Hello all,
I would like to know how to filter a VCF by number of individuals with genotype data (i.e. without missing data).
First, some background:
I have a large VCF file containing SNP data for 95 individuals called from bcftools mpileup output. BAMs passed to mpileup contained data for alignments of RNAseq reads to a de novo transcriptome. Thus, the VCF lists SNPs within each contig defined in the reference de novo transcriptome.
The 95 individuals were collected from 6 different populations. For population genetic analysis, I would like to produce a VCF that only contains SNPs at which there are data for at least 75% of individuals in each population (11 or 12).

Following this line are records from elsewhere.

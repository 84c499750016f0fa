// The demo's real mini search (src/demo/search: random starts relaxed under an exp-6 potential, optimiser noise
// included) as a check of issue 10's flags and auto tolerance on data no generator planted:
//  - auto chooses a tolerance inside the run's gap: above every duplicate's EMD to its kept structure and below
//    the closest kept pair, as sifted with the fixed 0.04 Å, and groups the run exactly as 0.04 Å does;
//  - the three P21 structures at one minimum (-40.0933 kJ/mol, 1.4289-1.4290 g/cm3, 0.044-0.093 Å apart) are
//    flagged flat-minimum as one group, and nothing else is flagged;
//  - a diff of the run's two halves marks the flat minimum split across them instead of only reporting a
//    structure each half missed.
import { describe, expect, it } from 'vitest';
import { mkdtempSync, writeFileSync } from 'node:fs';
import { tmpdir } from 'node:os';
import { join } from 'node:path';
import { runMiniSearch } from '../src/demo/search/search.js';
import { DEMO_SEARCH } from '../src/demo/run-demo.js';
import { sift } from '../src/landscape/sift.js';
import { diffLandscapes } from '../src/landscape/diff.js';
import { adjustedRandIndex } from '../src/cluster/stats.js';
import { FLAG_CODES } from '../src/landscape/flags.js';

describe('flags and auto tolerance on the demo search', async () => {
  const found = runMiniSearch(DEMO_SEARCH);
  const dir = mkdtempSync(join(tmpdir(), 'polysift-demo-flags-'));
  const blocks = found.cif.split(/(?=^data_)/m).filter((b) => b.startsWith('data_'));
  const energyLines = found.energiesCsv.trim().split('\n').slice(1);
  const half = Math.floor(blocks.length / 2);
  const write = (name: string, from: number, to: number) => {
    writeFileSync(join(dir, `${name}.cif`), blocks.slice(from, to).join(''));
    writeFileSync(join(dir, `${name}.csv`), `id,energy\n${energyLines.slice(from, to).join('\n')}\n`);
    return { inputs: [join(dir, `${name}.cif`)], energiesFile: join(dir, `${name}.csv`), threads: 2, cacheDir: null };
  };
  const all = write('all', 0, blocks.length);
  const auto = (await sift(all)).landscape;
  const fixed = (await sift({ ...all, toleranceAngstrom: 0.04 })).landscape;

  it('chooses a tolerance inside the gap of the run and groups it as 0.04 Å does', () => {
    const tc = auto.toleranceChoice!;
    expect(tc.clear).toBe(true);
    const noise = Math.max(...fixed.structures.filter((r) => r.status === 'duplicate').map((r) => r.distanceToKept!));
    const distinct = Math.min(...fixed.kept.map((k) => fixed.structures[k].nearestDistance!));
    console.log(`demo: duplicates within ${noise} Å of their kept structure, kept structures >= ${distinct} Å apart; auto ${tc.chosenAngstrom} Å`);
    expect(tc.chosenAngstrom).toBeGreaterThan(noise);
    expect(tc.chosenAngstrom).toBeLessThan(distinct);
    expect(adjustedRandIndex(auto.structures.map((r) => r.keptIndex!), fixed.structures.map((r) => r.keptIndex!))).toBe(1);
  });

  it('flags the three structures of one flat minimum, and nothing else', () => {
    for (const l of [auto, fixed]) {
      const flat = l.structures.filter((r) => r.flags.includes(FLAG_CODES.flatMinimum));
      expect(flat).toHaveLength(3);
      for (const r of flat) {
        expect(r.energy!.toFixed(4)).toBe('-40.0933');
        // Written in P21; the group reported is the one detected within 0.06 Å (issue 11). One of the three points of
        // this flat minimum lies within 0.015 Å of Cmc21, a supergroup of P21: spglib (symprec 0.06, Debian
        // python3-spglib) names the same groups for these three blocks (P21, P21, Cmc21), checked by hand once.
        expect(r.symmetry!.declared).toMatch(/^P 1 21 1$|^P21$/);
        expect(['P21', 'Cmc21']).toContain(r.spaceGroup);
        expect(r.flatPartnerDistance!).toBeGreaterThan(l.parameters.toleranceAngstrom);
        expect(r.flatPartnerDistance!).toBeLessThan(0.12);
      }
      expect(flat.map((r) => r.spaceGroup).sort()).toEqual(['Cmc21', 'P21', 'P21']);
      // All three pairs, whatever the tolerance (0.044, 0.051 and 0.093 Å apart).
      expect(l.flagCounts.flatMinimumPairs).toBe(3);
      expect(l.flagCounts.energyMismatch).toBe(0);
      expect(l.flagCounts.otherChemistry).toBe(0);
    }
  });

  it('marks the flat minimum split across the two halves of the run in diff', async () => {
    const a = (await sift(write('first', 0, half))).landscape;
    const b = (await sift(write('second', half, blocks.length))).landscape;
    const d = await diffLandscapes(a, b, 'first half', 'second half', { threads: 2 });
    const flatIds = new Set(auto.structures.filter((r) => r.flags.includes(FLAG_CODES.flatMinimum)).map((r) => r.id));
    const flagged = d.structures.filter((s) => s.flags.includes(FLAG_CODES.flatMinimum));
    expect(d.counts.flatSplit).toBeGreaterThanOrEqual(1);
    expect(flagged.length).toBeGreaterThanOrEqual(2);
    for (const s of flagged) {
      expect(s.presence).not.toBe('both');
      expect(flatIds.has(s.id)).toBe(true);
      expect(flatIds.has(s.flatPartner!)).toBe(true);
      expect(s.run === 'A' ? s.presence === 'only-A' : s.presence === 'only-B').toBe(true);
    }
    expect(d.notes.join(' ')).toMatch(/likely one minimum on a flat energy surface, not a structure one run missed/);
  });
}, 300000);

I have a decent familiarity with bcftools, and know how to filter missing data, but I am not sure how to approach this. As expected, filtering on the N_SAMPLES variable alone doesn't seem to modify the VCF. Perhaps my best course of action would be to first split the VCF into population-specific files?
Any help with this would be greatly appreciated! Please let me know if I've failed to include any useful information.
Thanks for the answer, Brice. This worked well -- I split the master .vcf by population, filtered using vcftools --recode, and merged filtered population .vcf's using bcftools isec. It may also be useful to note that the --max-missing option excludes sites based on proportion of missing data, where a 0 indicates no filter and a 1 only passes sites with no missing data (i.e. 0.75 filters out sites missing over 25% of data).
Yep, you're correct. I assumed people would peek at the manual for specifics, but I've gone ahead and made the clarification in my post in case others take the call verbatim. Thanks!